Dataset items
────────

def test_interpolate_onto_full_partial_and_no_overlap():
    src = np.linspace(1000, 300, 701)            # descending, like a scan
    vals = 0.001 * src
    target = np.linspace(400, 900, 11)
    out, flags = films.interpolate_onto(src, vals, target, what="reflectance", file="r.csv")
    assert out == pytest.approx(0.001 * target) and flags == []
    out, flags = films.interpolate_onto(src, vals, np.linspace(100, 600, 6),
                                        what="reflectance", file="r.csv")
    assert np.isnan(out[:2]).all() and out[2:] == pytest.approx([0.3, 0.4, 0.5, 0.6])
    assert [f.code for f in flags] == ["partial-overlap"]
    assert "r.csv" in flags[0].message and "300–1000 nm" in flags[0].message
    with pytest.raises(EdgefitError) as err:
        films.interpolate_onto(src, vals, np.linspace(1200, 2000, 5), what="reflectance",
                               file="r.csv")
    assert err.value.code == "no-overlap"
    text = str(err.value)
    assert text.startswith("r.csv: ") and "300–1000 nm" in text and "1200–2000 nm" in text
    assert "fix:" in text


def glass_k(lam):
    """Synthetic glass absorption edge: k_s such that 1 mm passes ~nothing below ~320 nm."""
    e = HC / np.asarray(lam, dtype=float)
    alpha_per_cm = 30.0 * np.exp((e - 3.9) / 0.08)
    return alpha_per_cm * lam * 1e-7 / (4 * np.pi)


def test_substrate_correction_removes_substrate_absorption():
    # Reference: tmm. A 600 nm film (n = 2.0, with its own edge at 4.3 eV) on 1 mm glass
    # that absorbs in the UV. Dividing by the bare glass measured the same way and
    # multiplying by T_s gives the film as on transparent glass, within 1 % relative where
    # the glass passes at least 30 % of its maximum (substrate_edge_mask), and the mask
    # marks the glass's own edge.
    lam = np.arange(300.0, 700.1, 2.0)
    n = 2.0 + 1e4 / lam ** 2
    k = edge_alpha_per_cm(HC / lam, 4.3, 0.05) * lam * 1e-7 / (4 * np.pi)
    ks = glass_k(lam)
    t_abs, _ = tmm_film_on_glass(lam, n, k, 600.0, substrate_k=ks)
    t_clear, _ = tmm_film_on_glass(lam, n, k, 600.0)
    bare = tmm_bare_substrate(lam, substrate_k=ks)
    corrected = films.substrate_corrected_transmittance(t_abs, bare, substrate_index=SUBSTRATE)
    limited = films.substrate_edge_mask(bare, 0.3)
    assert limited[lam < 310].all() and not limited[lam > 380].any()
    usable = ~limited
    assert np.max(np.abs(corrected[usable] / t_clear[usable] - 1)) < 0.01
    # Without the correction the substrate's absorption is mistaken for the film's.
    assert np.max(np.abs(t_abs[usable] / t_clear[usable] - 1)) > 0.1
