_DRAW_JS = r"""
(function () {
  "use strict";
  var payload = JSON.parse(document.getElementById("ef-payload").textContent);
  var A = payload.arrays.map(function (t) {
    if (t.e === undefined) { return t.v; }
    var v = t.v, vals = new Array(v.length), acc = 0, i, j, k;
    var scale = Math.pow(10, Math.abs(t.e)), up = t.e >= 0;
    for (i = 0; i < v.length; i++) {
      acc = t.d ? acc + v[i] : v[i];
      vals[i] = up ? acc * scale : acc / scale;
    }
    if (!t.g) { return vals; }
    var out = [];
    for (j = 0, k = 0; j < t.g.length; j++) {
      for (i = 0; i < t.g[j]; i++) { out.push(j % 2 ? vals[k++] : null); }
    }
    return out;
  });
  function resolve(o) {
    if (Array.isArray(o)) { return o.map(resolve); }
    if (o && typeof o === "object") {
      if (Object.prototype.hasOwnProperty.call(o, "$a")) { return A[o.$a]; }
      if (Object.prototype.hasOwnProperty.call(o, "$s")) {
        return A[o.$s[0]].slice(o.$s[1], o.$s[1] + o.$s[2]);
      }
      if (Object.prototype.hasOwnProperty.call(o, "$r")) {
        var g = o.$r, out = new Array(g[2]);
        for (var i = 0; i < g[2]; i++) { out[i] = g[0] + g[1] * i; }
        return out;
      }
      var r = {};
      Object.keys(o).forEach(function (k) { r[k] = resolve(o[k]); });
      return r;
    }
    return o;
  }
  var config = {responsive: true, displaylogo: false, scrollZoom: false,
                modeBarButtonsToRemove: ["lasso2d", "select2d"],
                toImageButtonOptions: {format: "svg", filename: payload.filename || "edgefit"}};
  function missing() {
    document.querySelectorAll(".ef-plot").forEach(function (div) {
      div.innerHTML = '<p class="ef-noplot">The plots need plotly.js, which was not found: ' +
        'keep the file <code>' + (payload.plotly || "plotly.min.js") + '</code> beside this ' +
        'report (the numbers above do not need it).</p>';
    });
  }
  function resizeAll() {
    document.querySelectorAll(".js-plotly-plot").forEach(function (d) {
      if (d.offsetWidth > 0) { window.Plotly.Plots.resize(d); }
    });
  }
  function draw() {
    if (typeof window.Plotly === "undefined") { missing(); return; }
    payload.figures.forEach(function (f) {
      var div = document.getElementById(f.id);
      if (div) { window.Plotly.newPlot(div, resolve(f.data), f.layout, config); }
    });
    document.querySelectorAll("details").forEach(function (d) {
      d.addEventListener("toggle", function () { if (d.open) { resizeAll(); } });
    });
    var opened = [];
    window.addEventListener("beforeprint", function () {
      document.querySelectorAll("details:not([open])").forEach(function (d) {
        d.open = true; opened.push(d);
      });
      resizeAll();
    });
    window.addEventListener("afterprint", function () {
      opened.forEach(function (d) { d.open = false; }); opened = []; resizeAll();
    });
  }
  if (document.readyState === "loading") {
    document.addEventListener("DOMContentLoaded", draw);
  } else { draw(); }
})();
"""


def plotly_js_source() -> str:
    """plotly.js (minified) as shipped by the installed ``plotly`` package."""
    from plotly.offline import get_plotlyjs
    return get_plotlyjs()


def _plotly_tag(plotly_js: str) -> str:
    if plotly_js == "inline":
        return "<script>" + plotly_js_source() + "</script>"
    if re.match(r"^[a-z][a-z0-9+.-]*:", plotly_js, re.I) or plotly_js.startswith("//"):
        raise ValueError(f"plotly_js must be 'inline' or a relative path, got {plotly_js!r}: "
                         "reports never load scripts from a network")
    return f'<script src="{_esc(plotly_js)}"></script>'


# ============================================================================ the page

CSS = """
:root { --ink:#1f2933; --muted:#5d6673; --paper:#f4f3ee; --card:#ffffff; --line:#d9d6cc;
        --accent:#d8660b; --blue:#1d4f91; --teal:#13857a; --violet:#5b3a99; --warn:#9a4a00; }
* { box-sizing: border-box; }
html { background: var(--paper); }
body { margin: 0 auto; max-width: 1260px; padding: 20px 22px 48px; color: var(--ink);
       font: 14px/1.45 system-ui, -apple-system, "Segoe UI", Roboto, sans-serif; }
a { color: var(--blue); }
code, .mono { font-family: ui-monospace, "SFMono-Regular", Menlo, Consolas, monospace;
              font-size: 12.5px; }
.ef-head { display: grid; grid-template-columns: 1fr auto; gap: 6px 24px; align-items: end;
           border-bottom: 3px solid var(--ink); padding-bottom: 12px; margin-bottom: 16px; }
.ef-kicker { font-size: 12px; letter-spacing: .08em; text-transform: uppercase;
             color: var(--muted); }
.ef-head h1 { margin: 2px 0 0; font-size: 26px; line-height: 1.15; word-break: break-word; }
.ef-sub { color: var(--muted); word-break: break-all; }
.ef-back { font-size: 13px; }
.ef-verdict { justify-self: end; text-align: right; }
.ef-badge { display: inline-block; padding: 5px 14px; border-radius: 999px; font-weight: 650;
            font-size: 15px; color: #fff; background: var(--ink); }
.ef-badge.v-direct { background: var(--blue); }
.ef-badge.v-indirect { background: var(--teal); }
.ef-badge.v-direct-indirect { background: var(--violet); }
.ef-badge.v-ambiguous { background: #fff; color: var(--warn); border: 2px solid var(--warn); }
.ef-grid { display: grid; grid-template-columns: repeat(3, minmax(0, 1fr)); gap: 14px; }
.ef-card { background: var(--card); border: 1px solid var(--line); border-radius: 6px;
           padding: 12px 14px; min-width: 0; }
.ef-card h2 { margin: 0 0 8px; font-size: 12px; letter-spacing: .07em; text-transform: uppercase;
              color: var(--muted); }
.ef-card.wide { grid-column: span 2; }
.ef-card.full { grid-column: 1 / -1; }
.ef-big { font-size: 21px; font-weight: 650; font-variant-numeric: tabular-nums; }
.ef-gap { padding: 6px 0 8px; border-bottom: 1px dashed var(--line); }
.ef-gap:last-child { border-bottom: 0; }
.ef-kind { font-weight: 650; }
.ef-small { color: var(--muted); font-size: 12.5px; }
.ef-cand { color: var(--warn); font-weight: 600; }
table { border-collapse: collapse; width: 100%; }
th, td { text-align: left; padding: 3px 8px 3px 0; vertical-align: top;
         border-bottom: 1px solid #eeece6; font-variant-numeric: tabular-nums; }
th { font-weight: 600; color: var(--muted); font-size: 12.5px; }
td.num, th.num { text-align: right; }
.ef-flags { list-style: none; margin: 0; padding: 0; }
.ef-flags li { padding: 5px 0 5px 10px; border-left: 3px solid var(--accent); margin-bottom: 6px;
               background: #fff8f0; }
.ef-flags li.note { border-left-color: #9aa1ab; background: #f6f6f4; }
.ef-flags b { display: block; font-size: 12.5px; }
.ef-panels { display: grid; grid-template-columns: repeat(2, minmax(0, 1fr)); gap: 14px;
             margin-top: 18px; }
.ef-panel { margin: 0; background: var(--card); border: 1px solid var(--line); border-radius: 6px;
            padding: 8px 8px 4px; min-width: 0; }
.ef-panel.full { grid-column: 1 / -1; }
.ef-panel figcaption { padding: 2px 6px 6px; color: var(--muted); font-size: 12.5px; }
.ef-panel figcaption b { color: var(--ink); }
.ef-plot { width: 100%; min-height: 200px; }
.ef-noplot { padding: 40px 16px; color: var(--warn); }
details.ef-more { margin-top: 16px; }
details.ef-more > summary { cursor: pointer; font-weight: 600; padding: 8px 0; }
.ef-caution { margin-top: 18px; padding: 12px 16px; border: 1px solid #e4c9a3;
              background: #fffaf2; border-radius: 6px; }
.ef-caution h2 { margin: 0 0 6px; font-size: 14px; }
.ef-caution ul { margin: 0; padding-left: 20px; }
.ef-prov { margin-top: 18px; }
.ef-foot { margin-top: 22px; color: var(--muted); font-size: 12px; }
.ef-summary-table td:first-child { min-width: 150px; }
.ef-summary-table th button { all: unset; cursor: pointer; color: var(--ink); font-weight: 650; }
.ef-summary-table th button:focus-visible { outline: 2px solid var(--blue); }
.ef-summary-table th[aria-sort="ascending"] button::after { content: " ▲"; font-size: 10px; }
.ef-summary-table th[aria-sort="descending"] button::after { content: " ▼"; font-size: 10px; }
.ef-summary-table tbody tr:hover { background: #f3f6fb; }
.ef-tag { display: inline-block; font-size: 11px; padding: 1px 6px; margin: 1px 2px 1px 0;
          border-radius: 3px; background: #fdecd9; color: #6a3300; white-space: nowrap; }
.ef-tag.note { background: #ecedef; color: #3b4450; }
.ef-controls { display: flex; gap: 10px; align-items: center; margin: 6px 0 4px; }
select { font: inherit; padding: 3px 6px; }
@media (max-width: 900px) {
  .ef-grid, .ef-panels { grid-template-columns: minmax(0, 1fr); }
  .ef-card.wide { grid-column: auto; }
}
@media print {
  html, body { background: #fff; }
  body { max-width: none; padding: 0; font-size: 11px; }
  .ef-grid { grid-template-columns: repeat(3, minmax(0, 1fr)); }
  .ef-panels { grid-template-columns: minmax(0, 1fr); }
  .ef-panel, .ef-card, .ef-caution, tr { break-inside: avoid; }
  .ef-panel { border: 0; padding: 0; }
  .modebar, .ef-back, .ef-controls { display: none !important; }
  a { color: inherit; text-decoration: none; }
  @page { margin: 14mm; }
}
"""

CAUTION_ITEMS = (
    "A Tauc gap is an estimate that depends on the assumed transition and on the fitted "
    "window: check that the shaded window sits on the straight part of the edge and that the "
    "residuals show no curvature.",
    "The ± value is one standard deviation combining the fit, a bootstrap and the spread of Eg "
    "over all acceptable windows; it does not cover a wrong choice of transition.",
    "An error in the film thickness scales α, not the gap: Eg and Eu do not depend on it; "
    "absolute α and E04 do.",
    "Known limits of Tauc analysis: excitonic absorption near the edge, heavy doping "
    "(Burstein–Moss shift), quantum confinement, strong band tails and sub-gap absorption "
    "(defects, second phases) all bias or invalidate the straight-line extrapolation.",
)
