"""Reports: the figure data drawn from a result, the HTML around it, the batch summary.

Most checks use a hand-made result (synthetic: every number in it is chosen here, so the
expected traces, windows and annotations are known exactly); a few use the real pipeline on a
synthetic film (synthetic truth Eg = 1.60 eV direct allowed).
"""
from __future__ import annotations

import csv
import io
import json
import re

import numpy as np
import pytest

from edgefit import report
from edgefit.edge.tauc import tauc_ordinate
from report_support import EG, EG_ERR, SLOPE, U_WIN, WIN, handmade_result


def panel(result, pid):
    return next(p for p in report.figures(result) if p["id"] == pid)["figure"]


def trace(fig, name_start):
    return next(t for t in fig["data"] if t.get("name", "").startswith(name_start))


def decode_payload(html):
    """The figures of a report page with their arrays restored, decoded the way the page's
    script does it ($a, $s, $r references; integer arrays in units of 10^e, delta-coded,
    blanks as run lengths)."""
    text = re.search(r'<script type="application/json" id="ef-payload">(.*?)</script>', html,
                     re.S).group(1)
    payload = json.loads(text)
    arrays = []
    for t in payload["arrays"]:
        if "e" not in t:
            arrays.append(t["v"])
            continue
        vals = list(np.cumsum(t["v"]) if t.get("d") else t["v"])
        vals = [v * 10.0 ** t["e"] for v in vals]
        if "g" in t:
            full, it = [], iter(vals)
            for j, run in enumerate(t["g"]):
                full.extend(next(it) if j % 2 else None for _ in range(run))
            vals = full
        arrays.append(vals)

    def res(o):
        if isinstance(o, list):
            return [res(v) for v in o]
        if isinstance(o, dict):
            if "$a" in o:
                return arrays[o["$a"]]
            if "$s" in o:
                i, s, n = o["$s"]
                return arrays[i][s:s + n]
            if "$r" in o:
                s, st, n = o["$r"]
                return [s + st * k for k in range(n)]
            return {k: res(v) for k, v in o.items()}
        return o
    return payload, [{"id": f["id"], "data": res(f["data"]), "layout": f["layout"]}
                     for f in payload["figures"]]
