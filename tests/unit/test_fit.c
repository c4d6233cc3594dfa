/* test_fit.c - unit tests of the closure fit (src/experiments/fit.c, src/experiments/fit_data.c,
 * src/experiments/fit_run.c).
 *
 * Checks, each with its source:
 *   - recovery of known coefficients: a target built from basis terms of
 *     smooth random coarse states (read back through subgrid.nc files the
 *     test writes) plus 1 % Gaussian noise; ols, ridge (small lambda),
 *     stlsq (Brunton, Proctor & Kutz 2016, PNAS 113, 3932-3937: the
 *     thresholded fit keeps the active terms and drops the others) and the
 *     relevance vector machine (Tipping 2001, J. Mach. Learn. Res. 1,
 *     211-244: irrelevant weights pruned; posterior N(mu, Sigma)) recover
 *     them; the RVM's posterior standard deviations cover the truth within
 *     3 sigma (a 3-sigma credible interval: common practice);
 *   - skill from the sums: R^2 and the correlation from the accumulated
 *     normal equations equal the values computed from the rows (the
 *     definitions; common practice);
 *   - chunked accumulation equals the direct solve: the Gram matrix of
 *     chunks equals that of all rows at once to round-off, and its OLS
 *     solution equals a QR least-squares solve of the whole matrix
 *     (LAPACKE_dgels; Golub & Van Loan 2013, Matrix Computations, section
 *     5.3); the command's --chunk-samples 1 and 5 give the same file;
 *   - the backward-elimination path drops the irrelevant column first and
 *     its R^2 values are those of the least-squares fits on each set
 *     (Hastie, Tibshirani & Friedman 2009, section 3.3.2; the R^2
 *     definition, common practice);
 *   - the rows read from a file equal what a running `coefficients`
 *     closure computes on the same coarse state (sum c_t T_t), in a basin
 *     and in the periodic domain; the forcing target is -S_q exactly, the
 *     flux target -div F converges to the analytic divergence (centred
 *     differences, second order: common practice);
 *   - errors: a fill value on an interior node names the variable and
 *     record; bad windows name --train/--test; an existing output is kept
 *     without overwrite; a layer's failure is prefixed with its layer and
 *     the message comes out whole (tg_fail formatting its own message).
 * A Check suite with its own main().
 *
 * Part of twingyre. GPL-3.0-or-later.
 */
#include "basis.h"
#include "closure_host.h"
#include "constants.h"
#include "fit.h"
#include "fit_data.h"
#include "fit_run.h"
#include "model.h"
#include "ncio.h"
#include "rng.h"
#include "twin.h"
#include "twin_io.h"
#include "unit_util.h"
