/* ncio.c - the NetCDF files of a run: fields.nc, budget.nc, checkpoint.nc,
 * and reading an initial state (see ncio.h for the contract).
 *
 * Every file is netCDF classic 64-bit-offset (NC_64BIT_OFFSET) with CF-1.8
 * metadata. Every nc_* call goes through tg_nc_check(), which turns a netCDF
 * error into "PATH: what failed (variable NAME): netCDF message" in the
 * caller's tg_status and TG_ERR_IO. Memory is owned by the file handles and
 * allocated at create; appends allocate nothing.
 *
 * Part of twingyre. GPL-3.0-or-later.
 */
#define _POSIX_C_SOURCE 200809L

#include "ncio.h"
#include "ncio_util.h"
#include "ncio_keep.h"
#include "ncverify.h"

#include <errno.h>
#include <math.h>
#include <netcdf.h>
#include <stdio.h>
#include <stdlib.h>
#include <string.h>
#include <time.h>

#ifdef PACKAGE_VERSION
#define TG_NC_VERSION PACKAGE_VERSION
#else
#define TG_NC_VERSION "unknown"
#endif

#define TG_SECONDS_PER_DAY 86400.0
#define TG_TIME_UNITS "days since 0001-01-01 00:00:00"
#define TG_TIME_CALENDAR "noleap"

/* ------------------------------------------------------------------------ */
/* Error helper and small building blocks                                    */
/* ------------------------------------------------------------------------ */

/* Turns a netCDF return code into TG_OK or TG_ERR_IO with a message naming the
 * file, what was being done and (when var is not NULL) the variable. */
/* Shorthand inside functions that have `path`, `st`, a tg_code `code` and a
 * `fail:` label. */
#define NC_TRY(call, what, var)                                                   \
    do {                                                                          \
        code = tg_nc_check((call), path, (what), (var), st);                         \
        if (code != TG_OK)                                                        \
            goto fail;                                                            \
    } while (0)

static char *dup_string(const char *s)
{
    size_t n = strlen(s) + 1;
    char *d = malloc(n);
    if (d)
        memcpy(d, s, n);
    return d;
}

static tg_code check_grid(const char *path, const tg_nc_grid *g, tg_status *st)
{
    if (!path)
        return tg_fail(st, TG_ERR_INTERNAL, "netCDF output: no file path given");
    if (!g || !g->x || !g->y || g->nx < 1 || g->ny < 1 || g->nlayers < 1)
        return tg_fail(st, TG_ERR_INTERNAL,
                       "%s: grid description is incomplete (need nx, ny, nlayers >= 1 and "
                       "x, y coordinates)",
                       path);
    return TG_OK;
}
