/* config.c - the table of every config key and everything it drives:
 * defaults, reading an INI file (libinih), --set overrides, cross-key checks,
 * the resolved-config dump and the Markdown reference for README.
 *
 * The key table `rows` is the single source of truth: each row carries the
 * documented default (tg_config_defaults applies it through the same parser
 * a config file goes through), the allowed range, the words used in error
 * messages and where the value lives in tg_config.
 *
 * Reading a file: the whole file is read into memory and handed to
 * ini_parse_stream through our own line reader, which counts lines (the
 * handler of the Debian libinih build gets no line number), rejects lines
 * longer than libinih's line buffer (it would split them silently), rejects
 * indented lines (libinih would glue them to the previous value) and checks
 * [section] headers as they pass. Values go into a working copy that
 * replaces the caller's config only when the whole file is good.
 *
 * Numbers are read with strtod/strtoll/strtoull after a full-string syntax
 * check (decimal only; no hex, NaN or infinity); they assume the "C" numeric
 * locale, which is what a program has unless it calls setlocale.
 *
 * Part of twingyre. GPL-3.0-or-later.
 */
#include "config.h"
#include "closure.h"
#include "basis.h"
#include "closure_host.h"
#include "strbuf.h"
#include "textfile.h"

#include <ini.h>

#include <ctype.h>
#include <errno.h>
#include <inttypes.h>
#include <limits.h>
#include <math.h>
#include <stdarg.h>
#include <stddef.h>
#include <stdlib.h>
#include <string.h>

/* ------------------------------------------------------------------ */
/* The key table                                                       */
/* ------------------------------------------------------------------ */

typedef enum {
    V_REAL,       /* double at `off` */
    V_INT,        /* int at `off` */
    V_U64,        /* uint64_t at `off` */
    V_REAL_LIST,  /* double[max_count] at `off`, count (int) at `count_off` */
    V_CHOICE,     /* enum through get/put, names in `choices` */
    V_TEXT,       /* char[TG_PATH_LEN] at `off` */
    V_INITIAL     /* [initial] state: rest | noise | path */
} value_kind;

typedef enum { B_NONE = 0, B_INCL, B_EXCL } bound_kind;

typedef struct {
    tg_key_info info;
    value_kind kind;
    size_t off;
    size_t count_off;
    int min_count, max_count;           /* lists */
    bound_kind lo_kind, hi_kind;        /* numbers (each list item) */
    double lo, hi;
    int nonzero;                        /* numbers: 0 is not allowed */
    const char *const *choices;         /* V_CHOICE: NULL-terminated, index = enum value */
    int (*get)(const tg_config *);      /* V_CHOICE */
    void (*put)(tg_config *, int);      /* V_CHOICE */
    const char *expect;                 /* "a real number > 0": used as "expected %s, got '...'" */
    const char *item_rule;              /* lists: the rule one value breaks, e.g. "> 0" */
} key_row;

static const char *const geometry_names[] = {
    [TG_GEOM_BASIN] = "basin", [TG_GEOM_PERIODIC] = "periodic", NULL};
static const char *const wall_names[] = {
    [TG_WALL_FREE_SLIP] = "free_slip", [TG_WALL_PARTIAL_SLIP] = "partial_slip",
    [TG_WALL_NO_SLIP] = "no_slip", NULL};
static const char *const wind_names[] = {
    [TG_WIND_DOUBLE_GYRE] = "double_gyre", [TG_WIND_SINGLE_GYRE] = "single_gyre",
    [TG_WIND_NONE] = "none", NULL};

static const char *const twin_filter_names[] = {
    [TG_TWIN_FILTER_SHARP] = "sharp", [TG_TWIN_FILTER_GAUSSIAN] = "gaussian", NULL};

static int get_geometry(const tg_config *c) { return (int)c->geometry; }
static void put_geometry(tg_config *c, int v) { c->geometry = (tg_geometry_kind)v; }
static int get_wall(const tg_config *c) { return (int)c->wall_condition; }
static void put_wall(tg_config *c, int v) { c->wall_condition = (tg_wall_kind)v; }
static int get_wind(const tg_config *c) { return (int)c->wind_profile; }
static void put_wind(tg_config *c, int v) { c->wind_profile = (tg_wind_kind)v; }
static const char *const yes_no_names[] = {"no", "yes", NULL};
static int get_vet_finer(const tg_config *c) { return c->vet_finer_grid != 0; }
static void put_vet_finer(tg_config *c, int v) { c->vet_finer_grid = v; }
static int get_twin_filter(const tg_config *c) { return (int)c->twin_filter; }
static void put_twin_filter(tg_config *c, int v) { c->twin_filter = (tg_twin_filter)v; }

/* Row indices; the table below is indexed by them, in reference order. */
enum {
    K_GEOMETRY, K_SIZE, K_POINTS, K_WALL_CONDITION, K_WALL_SLIP,
    K_THICKNESS, K_REDUCED_GRAVITY,
    K_F0, K_BETA,
    K_BACKGROUND_U,
    K_WIND_PROFILE, K_STRESS, K_DENSITY,
    K_DRAG, K_VISCOSITY, K_HYPERVISCOSITY,
    K_STEP, K_DURATION, K_MAX_CFL,
    K_INITIAL_STATE, K_NOISE, K_SEED,
    K_OUT_DIRECTORY, K_SNAPSHOT_EVERY, K_CHECKPOINT_EVERY, K_LOG_EVERY,
    K_TWIN_REF_POINTS, K_TWIN_COARSE_POINTS, K_TWIN_SPINUP, K_TWIN_ANALYSIS, K_TWIN_SAMPLE,
    K_TWIN_COMPARE, K_TWIN_MEMBERS, K_TWIN_FILTER, K_TWIN_WIDTH,
    K_VET_REFERENCE, K_VET_SPINUP, K_VET_WINDOW, K_VET_STEP_FACTORS, K_VET_MULTIPLIERS,
    K_VET_KRYLOV, K_VET_GROWTH, K_VET_NOISE, K_VET_MARGIN, K_VET_FINER,
    K_COUNT
};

────────

EXERCISE BRIEF
If a line above contains the word "which", list it.

OUTPUT
      div.innerHTML = '<p class="ef-noplot">The plots need plotly.js, which was not found: ' +
 * metadata. Every nc_* call goes through tg_nc_check(), which turns a netCDF
 * ini_parse_stream through our own line reader, which counts lines (the
 * locale, which is what a program has unless it calls setlocale.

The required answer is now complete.